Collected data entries
....

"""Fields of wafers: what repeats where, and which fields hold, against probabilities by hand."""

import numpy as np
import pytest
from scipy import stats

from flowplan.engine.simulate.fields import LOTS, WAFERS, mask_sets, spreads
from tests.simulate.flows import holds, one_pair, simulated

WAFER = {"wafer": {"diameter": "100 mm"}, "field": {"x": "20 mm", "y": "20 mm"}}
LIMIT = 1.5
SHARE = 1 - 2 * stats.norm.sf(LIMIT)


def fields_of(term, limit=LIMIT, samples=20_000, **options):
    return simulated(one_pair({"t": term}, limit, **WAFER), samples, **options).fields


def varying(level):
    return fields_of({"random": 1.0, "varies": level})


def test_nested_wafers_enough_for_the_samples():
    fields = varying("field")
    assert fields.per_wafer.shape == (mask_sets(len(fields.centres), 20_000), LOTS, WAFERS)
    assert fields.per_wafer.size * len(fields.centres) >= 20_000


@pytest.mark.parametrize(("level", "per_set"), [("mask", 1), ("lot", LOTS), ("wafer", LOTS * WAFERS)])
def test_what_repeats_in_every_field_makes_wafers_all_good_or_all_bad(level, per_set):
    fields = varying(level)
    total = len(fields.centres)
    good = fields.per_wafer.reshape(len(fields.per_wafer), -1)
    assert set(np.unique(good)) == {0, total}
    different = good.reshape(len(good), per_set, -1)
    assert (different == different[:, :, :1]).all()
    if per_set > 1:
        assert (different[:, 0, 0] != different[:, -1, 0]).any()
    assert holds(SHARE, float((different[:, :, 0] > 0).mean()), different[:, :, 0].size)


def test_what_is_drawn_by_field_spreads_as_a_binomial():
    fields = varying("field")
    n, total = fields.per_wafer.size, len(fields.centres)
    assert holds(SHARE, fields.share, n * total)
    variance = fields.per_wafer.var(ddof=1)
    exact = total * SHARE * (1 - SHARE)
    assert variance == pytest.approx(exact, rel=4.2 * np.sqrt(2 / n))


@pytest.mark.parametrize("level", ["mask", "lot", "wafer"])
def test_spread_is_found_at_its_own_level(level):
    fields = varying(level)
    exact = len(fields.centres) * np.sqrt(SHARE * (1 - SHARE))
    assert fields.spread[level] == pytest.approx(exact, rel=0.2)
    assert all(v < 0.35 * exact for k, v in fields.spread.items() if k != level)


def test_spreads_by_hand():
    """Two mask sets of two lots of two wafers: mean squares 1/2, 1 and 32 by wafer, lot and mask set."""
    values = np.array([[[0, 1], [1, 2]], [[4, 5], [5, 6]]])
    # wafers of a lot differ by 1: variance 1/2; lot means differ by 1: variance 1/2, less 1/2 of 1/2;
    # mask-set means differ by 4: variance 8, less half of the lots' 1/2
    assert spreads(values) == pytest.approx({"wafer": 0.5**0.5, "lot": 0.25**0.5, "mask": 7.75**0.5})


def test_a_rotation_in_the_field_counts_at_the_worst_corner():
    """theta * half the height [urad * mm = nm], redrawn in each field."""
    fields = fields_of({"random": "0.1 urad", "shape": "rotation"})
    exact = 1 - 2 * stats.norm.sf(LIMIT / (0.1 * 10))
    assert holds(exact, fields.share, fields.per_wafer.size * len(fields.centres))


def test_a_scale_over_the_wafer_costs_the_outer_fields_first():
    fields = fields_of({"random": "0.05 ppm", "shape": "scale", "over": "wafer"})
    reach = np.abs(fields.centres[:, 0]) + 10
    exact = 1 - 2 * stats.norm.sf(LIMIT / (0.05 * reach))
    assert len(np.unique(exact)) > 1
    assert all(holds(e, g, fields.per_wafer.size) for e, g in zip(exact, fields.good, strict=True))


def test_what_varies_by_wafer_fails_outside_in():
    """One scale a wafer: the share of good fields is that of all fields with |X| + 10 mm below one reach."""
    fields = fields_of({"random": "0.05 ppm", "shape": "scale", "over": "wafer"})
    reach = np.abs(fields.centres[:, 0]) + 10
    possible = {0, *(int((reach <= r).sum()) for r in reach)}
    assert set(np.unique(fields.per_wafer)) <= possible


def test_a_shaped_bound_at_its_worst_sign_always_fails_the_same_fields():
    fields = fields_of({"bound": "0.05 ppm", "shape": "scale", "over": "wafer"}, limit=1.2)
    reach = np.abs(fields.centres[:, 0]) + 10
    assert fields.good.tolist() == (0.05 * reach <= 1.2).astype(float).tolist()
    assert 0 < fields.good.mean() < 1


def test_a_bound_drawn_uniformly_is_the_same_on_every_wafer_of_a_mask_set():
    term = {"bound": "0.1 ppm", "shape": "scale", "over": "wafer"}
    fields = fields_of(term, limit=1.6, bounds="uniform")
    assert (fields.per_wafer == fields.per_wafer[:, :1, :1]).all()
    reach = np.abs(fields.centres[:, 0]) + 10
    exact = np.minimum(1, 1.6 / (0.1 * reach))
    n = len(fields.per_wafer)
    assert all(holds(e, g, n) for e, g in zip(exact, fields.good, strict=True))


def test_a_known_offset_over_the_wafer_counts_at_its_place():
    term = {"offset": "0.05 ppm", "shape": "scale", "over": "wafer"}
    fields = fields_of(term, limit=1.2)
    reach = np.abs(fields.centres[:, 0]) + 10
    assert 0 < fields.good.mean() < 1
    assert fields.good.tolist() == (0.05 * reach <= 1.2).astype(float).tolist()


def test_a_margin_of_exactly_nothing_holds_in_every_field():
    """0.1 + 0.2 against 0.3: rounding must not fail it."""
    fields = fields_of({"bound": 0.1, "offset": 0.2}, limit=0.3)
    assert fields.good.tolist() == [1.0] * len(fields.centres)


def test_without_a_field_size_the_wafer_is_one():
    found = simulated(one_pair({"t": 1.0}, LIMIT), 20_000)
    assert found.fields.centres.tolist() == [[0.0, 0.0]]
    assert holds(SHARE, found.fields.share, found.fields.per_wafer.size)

....

_TASK TO CARRY OUT_
From the first line to the last, give the data again exactly.

_TASK SOLUTION_
"""Fields of wafers: what repeats where, and which fields hold, against probabilities by hand."""

import numpy as np
import pytest
from scipy import stats

from flowplan.engine.simulate.fields import LOTS, WAFERS, mask_sets, spreads
from tests.simulate.flows import holds, one_pair, simulated

WAFER = {"wafer": {"diameter": "100 mm"}, "field": {"x": "20 mm", "y": "20 mm"}}
LIMIT = 1.5
SHARE = 1 - 2 * stats.norm.sf(LIMIT)


def fields_of(term, limit=LIMIT, samples=20_000, **options):
    return simulated(one_pair({"t": term}, limit, **WAFER), samples, **options).fields


def varying(level):
    return fields_of({"random": 1.0, "varies": level})


def test_nested_wafers_enough_for_the_samples():
    fields = varying("field")
    assert fields.per_wafer.shape == (mask_sets(len(fields.centres), 20_000), LOTS, WAFERS)
    assert fields.per_wafer.size * len(fields.centres) >= 20_000


@pytest.mark.parametrize(("level", "per_set"), [("mask", 1), ("lot", LOTS), ("wafer", LOTS * WAFERS)])
def test_what_repeats_in_every_field_makes_wafers_all_good_or_all_bad(level, per_set):
    fields = varying(level)
    total = len(fields.centres)
    good = fields.per_wafer.reshape(len(fields.per_wafer), -1)
    assert set(np.unique(good)) == {0, total}
    different = good.reshape(len(good), per_set, -1)
    assert (different == different[:, :, :1]).all()
    if per_set > 1:
        assert (different[:, 0, 0] != different[:, -1, 0]).any()
    assert holds(SHARE, float((different[:, :, 0] > 0).mean()), different[:, :, 0].size)


def test_what_is_drawn_by_field_spreads_as_a_binomial():
    fields = varying("field")
    n, total = fields.per_wafer.size, len(fields.centres)
    assert holds(SHARE, fields.share, n * total)
    variance = fields.per_wafer.var(ddof=1)
    exact = total * SHARE * (1 - SHARE)
    assert variance == pytest.approx(exact, rel=4.2 * np.sqrt(2 / n))


@pytest.mark.parametrize("level", ["mask", "lot", "wafer"])
def test_spread_is_found_at_its_own_level(level):
    fields = varying(level)
    exact = len(fields.centres) * np.sqrt(SHARE * (1 - SHARE))
    assert fields.spread[level] == pytest.approx(exact, rel=0.2)
    assert all(v < 0.35 * exact for k, v in fields.spread.items() if k != level)


def test_spreads_by_hand():
    """Two mask sets of two lots of two wafers: mean squares 1/2, 1 and 32 by wafer, lot and mask set."""
    values = np.array([[[0, 1], [1, 2]], [[4, 5], [5, 6]]])
    # wafers of a lot differ by 1: variance 1/2; lot means differ by 1: variance 1/2, less 1/2 of 1/2;
    # mask-set means differ by 4: variance 8, less half of the lots' 1/2
    assert spreads(values) == pytest.approx({"wafer": 0.5**0.5, "lot": 0.25**0.5, "mask": 7.75**0.5})


def test_a_rotation_in_the_field_counts_at_the_worst_corner():
    """theta * half the height [urad * mm = nm], redrawn in each field."""
    fields = fields_of({"random": "0.1 urad", "shape": "rotation"})
    exact = 1 - 2 * stats.norm.sf(LIMIT / (0.1 * 10))
    assert holds(exact, fields.share, fields.per_wafer.size * len(fields.centres))


def test_a_scale_over_the_wafer_costs_the_outer_fields_first():
    fields = fields_of({"random": "0.05 ppm", "shape": "scale", "over": "wafer"})
    reach = np.abs(fields.centres[:, 0]) + 10
    exact = 1 - 2 * stats.norm.sf(LIMIT / (0.05 * reach))
    assert len(np.unique(exact)) > 1
    assert all(holds(e, g, fields.per_wafer.size) for e, g in zip(exact, fields.good, strict=True))


def test_what_varies_by_wafer_fails_outside_in():
    """One scale a wafer: the share of good fields is that of all fields with |X| + 10 mm below one reach."""
    fields = fields_of({"random": "0.05 ppm", "shape": "scale", "over": "wafer"})
    reach = np.abs(fields.centres[:, 0]) + 10
    possible = {0, *(int((reach <= r).sum()) for r in reach)}
    assert set(np.unique(fields.per_wafer)) <= possible


def test_a_shaped_bound_at_its_worst_sign_always_fails_the_same_fields():
    fields = fields_of({"bound": "0.05 ppm", "shape": "scale", "over": "wafer"}, limit=1.2)
    reach = np.abs(fields.centres[:, 0]) + 10
    assert fields.good.tolist() == (0.05 * reach <= 1.2).astype(float).tolist()
    assert 0 < fields.good.mean() < 1


def test_a_bound_drawn_uniformly_is_the_same_on_every_wafer_of_a_mask_set():
    term = {"bound": "0.1 ppm", "shape": "scale", "over": "wafer"}
    fields = fields_of(term, limit=1.6, bounds="uniform")
    assert (fields.per_wafer == fields.per_wafer[:, :1, :1]).all()
    reach = np.abs(fields.centres[:, 0]) + 10
    exact = np.minimum(1, 1.6 / (0.1 * reach))
    n = len(fields.per_wafer)
    assert all(holds(e, g, n) for e, g in zip(exact, fields.good, strict=True))


def test_a_known_offset_over_the_wafer_counts_at_its_place():
    term = {"offset": "0.05 ppm", "shape": "scale", "over": "wafer"}
    fields = fields_of(term, limit=1.2)
    reach = np.abs(fields.centres[:, 0]) + 10
    assert 0 < fields.good.mean() < 1
    assert fields.good.tolist() == (0.05 * reach <= 1.2).astype(float).tolist()


def test_a_margin_of_exactly_nothing_holds_in_every_field():
    """0.1 + 0.2 against 0.3: rounding must not fail it."""
    fields = fields_of({"bound": 0.1, "offset": 0.2}, limit=0.3)
    assert fields.good.tolist() == [1.0] * len(fields.centres)


def test_without_a_field_size_the_wafer_is_one():
    found = simulated(one_pair({"t": 1.0}, LIMIT), 20_000)
    assert found.fields.centres.tolist() == [[0.0, 0.0]]
    assert holds(SHARE, found.fields.share, found.fields.per_wafer.size)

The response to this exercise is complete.